[LISTED ENTRIES]
[Start of Attachment]

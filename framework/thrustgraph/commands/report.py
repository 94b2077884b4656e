"""``thrustgraph report``: fly a model and write one self-contained HTML report.

The report holds the safety cautions, the summary with units, the phases and
events, the ledger audit, the plots and the component graph (embedded), the
model text as flown, and the tool and plugin versions with the model's hash.
"""

from __future__ import annotations

import argparse
from pathlib import Path

from . import SUMMARIES
from ..kinds.displayunits import using
from .common import add_model_argument, add_set_option, add_units_option, units_choice
from .outputs import add_quiet_option, check_paths, default_stem, fly_model, load_checked, need_matplotlib, write_outputs

NAME = "report"
HELP = SUMMARIES[NAME]


def add_arguments(p: argparse.ArgumentParser) -> None:
    add_model_argument(p)
    add_set_option(p)
    p.add_argument("--out", metavar="FILE", help="the HTML file to write (default: STEM-report.html)")
    add_units_option(p)
    add_quiet_option(p)


def main(args: argparse.Namespace) -> int:
    need_matplotlib()
    model, parsed = load_checked(args.model, args.overrides)
    choice = units_choice(args, parsed)
    out = Path(args.out) if args.out else Path(f"{default_stem(model)}-report.html")
    check_paths([out])   # before flying
    result = fly_model(parsed, quiet=args.quiet)
    from ..outputs.report import render_report

    with using(choice):      # the summary and the plots in the units of choice
        page = render_report(result, model, parsed=parsed)
    write_outputs([(out, page)])
    print(f"outcome: {result.message}")
    return 0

[End of Attachment]

[DIRECTIONS] The word "with" is the filter: copy every line of the listing above that contains it.

[RESPONSE BELOW]
The report holds the safety cautions, the summary with units, the phases and
model text as flown, and the tool and plugin versions with the model's hash.
    with using(choice):      # the summary and the plots in the units of choice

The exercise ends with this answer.